Saturday, February 05, 2005

David Sheff writes of his son's addiction to methamphetamines

The New York Times > Magazine > David Sheff > My Addicted Son

A father who is not perfect writes of a father's nightmares. He ends the story on a hopeful note, but he's had experience enough to know that there are no cures, only remissions.
...Since reason and love, the forces I had come to rely on, had betrayed me, I was in uncharted territory as I sat at a corner table nervously waiting for him. Steps of Rome was deserted, other than a couple of waiters folding napkins at the bar. I ordered coffee, racking my brain for the one thing I could say that I hadn't thought of that could get through to him. Drug-and-alcohol counselors, most of them former addicts, tell fathers like me it's not our fault. They preach ''the Three C's'': ''You didn't cause it, you can't control it, and you can't cure it.'' But who among us doesn't believe that we could have done something differently that would have helped? ''It hurts so bad to think I cannot save him, protect him, keep him out of harm's way, shield him from pain,'' wrote Thomas Lynch, the undertaker, poet and essayist, about his son, a drug addict and an alcoholic. ''What good are fathers if not for these things?'' I waited until it was more than half an hour past our meeting time, recognizing the mounting, suffocating worry and also the bitterness and anger...

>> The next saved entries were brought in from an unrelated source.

package present

import (
	"fmt"
	"math"
	"strconv"
	"strings"

	"pasval/internal/assess"
	"pasval/internal/oneline"
	"pasval/internal/units"
	"pasval/runs"
)

// The run review in words and tables, shared by the terminal and the
// record: flows and volumes in the recorded flow's volumetric terms and the
// display units, clock times in the review's zone.

// flowPrec and volPrec are the decimals of a flow and a volume in d.
func (d Display) flowPrec() int {
	if d.Sys == units.US {
		return 2
	}
	return 0
}

// RunFlow formats a tube flow (m³/s) of the review in display units.
func RunFlow(r *assess.RunReview, q float64, d Display) string {
	return d.With(r.Model.Recorded(q), units.VolumeFlow, d.flowPrec())
}

// RunVolume formats a tube volume (m³) of the review in display units.
func RunVolume(r *assess.RunReview, v float64, d Display) string {
	return d.With(r.Model.Recorded(v), units.Volume, 1)
}

// Seconds prints a time span in seconds without trailing zeros (to the
// millisecond).
func Seconds(s float64) string {
	return strconv.FormatFloat(math.Round(s*1000)/1000, 'f', -1, 64) + " s"
}

// Span prints a long time span as hours, minutes and seconds.
func Span(s float64) string {
	if s < 60 {
		return Seconds(s)
	}
	whole := math.Round(s)
	h, m, sec := int(whole)/3600, int(whole)%3600/60, int(whole)%60
	if h > 0 {
		return fmt.Sprintf("%d h %02d min %02d s", h, m, sec)
	}
	return fmt.Sprintf("%d min %02d s", m, sec)
}

const clockLayout = "2006-01-02 15:04:05.999"

// RunTime prints a sample time: date and time in the review's zone, or
// seconds from the files' own start.
func RunTime(r *assess.RunReview, s float64) string {
	if t, ok := r.Time(s); ok {
		return t.Format(clockLayout)
	}
	return Seconds(s)
}

// runEnd prints an end time, without the date when it is the start's.
func runEnd(r *assess.RunReview, start, end float64) string {
	a, ok1 := r.Time(start)
	b, ok2 := r.Time(end)
	if ok1 && ok2 && a.Format("2006-01-02") == b.Format("2006-01-02") {
		return b.Format("15:04:05.999")
	}
	return RunTime(r, end)
}

// TimeBasis says how the review's times are shown: "times UTC",
// "times Europe/Berlin", or "times in seconds as the files wrote them".
func TimeBasis(r *assess.RunReview) string {
	if !r.Clock {
		return "times in seconds as the files wrote them"
	}
	return "times " + r.Location.String()
}

// SamplingNote states how far the sampling interval limits the review's
// times (docs/METHOD.md §13.5).
func SamplingNote(r *assess.RunReview) string {
	med := r.Summary.MedianInterval
	if math.IsNaN(med) {
		return "The files hold no two samples at different times: no duration can be resolved."
	}
	return fmt.Sprintf("Event bounds and diversion-response times are resolved only to the sampling interval "+
		"(median %s): each may be up to one interval shorter or longer than what happened.", Seconds(med))
}

// RunFacts is the review's summary as labelled values.
func RunFacts(r *assess.RunReview, d Display) [][2]string {
	s := r.Summary
	var kv [][2]string
	add := func(k, v string) { kv = append(kv, [2]string{k, v}) }
	add("rows", fmt.Sprintf("%d in %d file%s", s.Rows, len(r.Files), plural(len(r.Files))))
	if s.Rows > 0 {
		add("period", fmt.Sprintf("%s → %s (%s)", RunTime(r, s.Start), runEnd(r, s.Start, s.End), Span(s.End-s.Start)))
	}
	add("forward", fmt.Sprintf("%s, %s", Span(s.Forward), RunVolume(r, s.ForwardVolume, d)))
	add("diverted", fmt.Sprintf("%s, %s", Span(s.Diverted), RunVolume(r, s.DivertedVolume, d)))
	if s.ForwardSamples == 0 {
		add("forward flow", "none: nothing went forward")
	} else {
		add("min forward temperature", fmt.Sprintf("%s (setpoint %s)", d.With(s.MinForwardTemperature, units.Temperature, 2),
			d.With(r.Model.Model.Setpoint, units.Temperature, 2)))
		add("max forward flow", fmt.Sprintf("%s (sealed maximum %s)", RunFlow(r, s.MaxForwardFlow, d), RunFlow(r, r.Model.Model.MaxFlow, d)))
		add("min fastest-particle time", residence(s.MinForwardResidence))
		for i, o := range r.Model.Model.Organisms {
			v := logReduction(s.MinForwardLogReduction[i])
			if o.RequiredLogReduction > 0 {
				v += fmt.Sprintf(" (required %.2f)", o.RequiredLogReduction)
			}
			add("min log reduction, "+o.Name, v)
		}
	}
	gaps := fmt.Sprintf("%d", s.Gaps)
	switch {
	case math.IsNaN(s.GapThreshold):
		gaps += " (each file judged with its own limit)"
	case !math.IsInf(s.GapThreshold, 1):
		gaps += fmt.Sprintf(" (an interval over %s in forward flow)", Seconds(s.GapThreshold))
	}
	add("recording gaps", gaps)
	bad := fmt.Sprintf("%d", r.BadRows())
	if r.BadRows() > 0 {
		bad += " skipped"
	}
	add("bad rows", bad)
	add("events", eventCounts(r))
	return kv
}

func plural(n int) string {
	if n == 1 {
		return ""
	}
	return "s"
}

// eventCounts is "none", or "7: 3 limits met, 3 product at risk, 1 no record".
func eventCounts(r *assess.RunReview) string {
	n := r.Events()
	if n == 0 {
		return "none"
	}
	count := map[runs.Verdict]int{}
	for _, f := range r.Files {
		for _, e := range f.Result.Events {
			count[e.Verdict]++
		}
	}
	var parts []string
	for _, v := range []runs.Verdict{runs.LimitsMet, runs.ProductAtRisk, runs.NoRecord} {
		if count[v] > 0 {
			parts = append(parts, fmt.Sprintf("%d %s", count[v], v))
		}
	}
	return fmt.Sprintf("%d: %s", n, strings.Join(parts, ", "))
}

// RunOverall is the review's result in a line.
func RunOverall(r *assess.RunReview) string {
	if r.Events() == 0 {
		return "no event: forward flow stayed within both limits, every parcel met the criteria, and no record is missing"
	}
	return fmt.Sprintf("%d event%s (%s)", r.Events(), plural(r.Events()), strings.SplitN(eventCounts(r), ": ", 2)[1])
}

// SensorLow says, when the plant gives the sensor's accuracy, what the
// review's parcels would have been with every reading lowered by it
// (docs/METHOD.md §13.4): how many forward samples' parcels would fall
// short, and the least log reduction per organism, each beside its value as
// recorded. "" without an accuracy or without forward samples.
func SensorLow(r *assess.RunReview, d Display) string {
	a, s := r.Model.Model.SensorAccuracy, r.Summary
	if !(a > 0) || s.ForwardSamples == 0 {
		return ""
	}
	var b strings.Builder
	whose := "samples'"
	if s.SamplesShortAtSensorLow == 1 {
		whose = "sample's"
	}
	fmt.Fprintf(&b, "with the sensor reading %s low (its stated accuracy), %d forward %s parcels would fall short of a legal row or a "+
		"required log reduction, against %d as recorded", d.With(a, units.TemperatureDifference, 2), s.SamplesShortAtSensorLow, whose, s.SamplesShort)
	orgs := r.Model.Model.Organisms
	for i, o := range orgs {
		switch i {
		case 0:
			b.WriteString("; the least log reduction would be ")
		case len(orgs) - 1:
			b.WriteString(" and ")
		default:
			b.WriteString(", ")
		}
		fmt.Fprintf(&b, "%s for %s (%s as recorded)", logReduction(s.MinForwardLogReductionAtSensorLow[i]), o.Name, logReduction(s.MinForwardLogReduction[i]))
	}
	b.WriteString(". The verdicts take the readings as recorded.")
	text := b.String()
	return strings.ToUpper(text[:1]) + text[1:]
}

// runUnitText words a recorded run's implausible column (docs/METHOD.md
// §13.1), with the numbers: what the column mostly holds against what the
// plant file says the line runs at.
func runUnitText(w assess.Warning, d Display) string {
	v := w.Values
	file := oneline.Escape(w.File)
	if w.Code == assess.WarnRunTemperatureUnit {
		return fmt.Sprintf("%s: the median forward %s is %s, %s from the setpoint %s (more than %s): check the units of the column "+
			"(the unit in its header, or --temperature-unit)", file, w.Field, d.With(v["median_C"], units.Temperature, 2),
			d.With(math.Abs(v["median_C"]-v["setpoint_C"]), units.TemperatureDifference, 1), d.With(v["setpoint_C"], units.Temperature, 2),
			d.With(v["limit_K"], units.TemperatureDifference, 0))
	}
	return fmt.Sprintf("%s: the median forward %s is %s, %s × the plant's normal rate %s (outside %s to %s ×): check the units of the column "+
		"(the unit in its header, or --flow-unit)", file, w.Field, d.With(v["median_m3_s"], units.VolumeFlow, d.flowPrec()),
		strconv.FormatFloat(v["median_m3_s"]/v["normal_m3_s"], 'g', 3, 64), d.With(v["normal_m3_s"], units.VolumeFlow, d.flowPrec()),
		strconv.FormatFloat(v["low_ratio"], 'g', -1, 64), strconv.FormatFloat(v["high_ratio"], 'g', -1, 64))
}

// RunWarnings are a review's warnings in words.
func RunWarnings(r *assess.RunReview, d Display) []string {
	out := make([]string, len(r.Warnings))
	for i, w := range r.Warnings {
		out[i] = WarningText(w, r.Plant, d)
	}
	return out
}

// RunWarningsJSON are a review's warnings with their messages, in SI.
func RunWarningsJSON(r *assess.RunReview) []assess.Warning {
	si := Display{Sys: units.SI}
	out := make([]assess.Warning, len(r.Warnings))
	for i, w := range r.Warnings {
		w.Message = WarningText(w, r.Plant, si)
		out[i] = w
	}
	return out
}

// residence prints a fastest-particle residence; +Inf is product that has
// not moved since the run began.
func residence(s float64) string {
	switch {
	case math.IsInf(s, 1):
		return "standing"
	case math.IsNaN(s):
		return "—"
	}
	return fmt.Sprintf("%.2f s", s)
}

func logReduction(v float64) string {
	switch {
	case math.IsInf(v, 1):
		return "unbounded"
	case math.IsNaN(v):
		return "—"
	}
	return fmt.Sprintf("%.2f", v)
}

// BadRowLines lists the first skipped rows' errors over every file, at most
// max, and how many more were skipped.
func BadRowLines(r *assess.RunReview, max int) (lines []string, more int) {
	for _, f := range r.Files {
		for _, e := range f.Listed {
			if len(lines) < max {
				lines = append(lines, e.Error())
			}
		}
	}
	return lines, r.BadRows() - len(lines)
}

// RunFiles is the table of the review's files.
func RunFiles(r *assess.RunReview) Grid {
	g := grid(">#", "file", ">rows", ">bad rows", "sha256")
	for i, f := range r.Files {
		// A file name may hold any byte but '/' and NUL: shown escaped, so it
		// cannot move the cursor or start a line (internal/oneline).
		g.add(fmt.Sprintf("%d", i+1), oneline.Escape(f.Path), fmt.Sprintf("%d", f.Rows), fmt.Sprintf("%d", f.BadRows), f.SHA256)
	}
	return g
}

// RunEvents is what happened in each event: when, how long, the extremes,
// the volume and how fast the flow was diverted.
func RunEvents(r *assess.RunReview, d Display) Grid {
	many := len(r.Files) > 1
	h := []string{">#", "kind", "start", "end", ">duration", ">min temperature", ">max flow", ">volume", ">divert after"}
	if many {
		h = append([]string{">file"}, h...)
	}
	g := grid(h...)
	n := 0
	for fi, f := range r.Files {
		for _, e := range f.Result.Events {
			n++
			div := "—"
			switch {
			case e.DivertAfter != nil:
				div = Seconds(*e.DivertAfter)
			case e.Drop >= 0:
				div = "not diverted"
			}
			row := []string{fmt.Sprintf("%d", n), string(e.Kind), RunTime(r, e.Start), runEnd(r, e.Start, e.End), Seconds(e.Duration),
				d.With(e.MinTemperature, units.Temperature, 2), RunFlow(r, e.MaxFlow, d), RunVolume(r, e.Volume, d), div}
			if many {
				row = append([]string{fmt.Sprintf("%d", fi+1)}, row...)
			}
			g.add(row...)
		}
	}
	return g
}

// RunJudgements is the delivered lethality of each event's parcels and its
// verdict: the least fastest-particle residence per parcel, with the
// per-sample estimate beside it, the least log reduction per organism,
// whether every parcel met a legal row, and the volume at risk.
func RunJudgements(r *assess.RunReview, d Display) Grid {
	h := []string{">#", ">min residence", ">per sample"}
	for _, o := range r.Model.Model.Organisms {
		h = append(h, ">LR "+o.Name)
	}
	if len(r.Model.Model.Legal) > 0 {
		h = append(h, "legal row")
	}
	h = append(h, "verdict", ">at risk")
	g := grid(h...)
	n := 0
	for _, f := range r.Files {
		for _, e := range f.Result.Events {
			n++
			row := []string{fmt.Sprintf("%d", n), residence(e.MinResidence), residence(e.MinSampleResidence)}
			for i := range r.Model.Model.Organisms {
				row = append(row, logReduction(e.MinLogReduction[i]))
			}
			if len(r.Model.Model.Legal) > 0 {
				met := "met"
				switch {
				case e.Kind == runs.KindGap:
					met = "no record"
				case !e.LegalRowMet:
					met = "not met"
				}
				row = append(row, met)
			}
			row = append(row, string(e.Verdict), RunVolume(r, e.AtRiskVolume, d))
			g.add(row...)
		}
	}
	return g
}

// RunDrops is how the flow-diversion device answered each drop of the
// outlet temperature below the setpoint, forward or diverted.
func RunDrops(r *assess.RunReview, d Display) Grid {
	many := len(r.Files) > 1
	h := []string{"start", "end", ">min temperature", "forward below setpoint", ">divert after"}
	if many {
		h = append([]string{">file"}, h...)
	}
	g := grid(h...)
	for fi, f := range r.Files {
		for _, dr := range f.Result.Drops {
			end := runEnd(r, dr.Start, dr.End)
			if !dr.Recovered {
				end += " (run ended)"
			}
			fwd := "no"
			if dr.ForwardBelow {
				fwd = "yes"
			}
			div := "not diverted"
			if dr.DivertAfter != nil {
				div = Seconds(*dr.DivertAfter)
			}
			row := []string{RunTime(r, dr.Start), end, d.With(dr.MinTemperature, units.Temperature, 2), fwd, div}
			if many {
				row = append([]string{fmt.Sprintf("%d", fi+1)}, row...)
			}
			g.add(row...)
		}
	}
	return g
}

// KindMeanings says what each event kind and verdict means, for a legend.
func KindMeanings() [][2]string {
	return [][2]string{
		{string(runs.KindTemperature), "forward flow below the diversion setpoint"},
		{string(runs.KindFlow), "flow above the sealed maximum"},
		{string(runs.KindTemperatureFlow), "both deviations within one event"},
		{string(runs.KindLethality), "forward flow within both limits, but the product leaving was held too short (no legal row met, or a required log reduction missed): it was in the tube during a surge, or the flow was under the seal but below Re 4000"},
		{string(runs.KindGap), "no record for longer than the gap limit during forward flow: no proof either way"},
	}
}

...Through Nick's drug addiction, I learned that parents can bear almost anything. Every time we reach a point where we feel as if we can't bear any more, we do. Things had descended in a way that I never could have imagined, and I shocked myself with my ability to rationalize and tolerate things that were once unthinkable. He's just experimenting. Going through a stage. It's only marijuana. He gets high only on weekends. At least he's not using heroin. He would never resort to needles. At least he's alive....
I'm reasonably sure I'll face some of what David Sheff has seen with at least one of my children. I can only hope it won't be as bad. That thought makes every moment I have with them now even more precious. I am no libertarian; to give my children a better chance of surviving this I would surrender some of my freedoms, and some of yours too.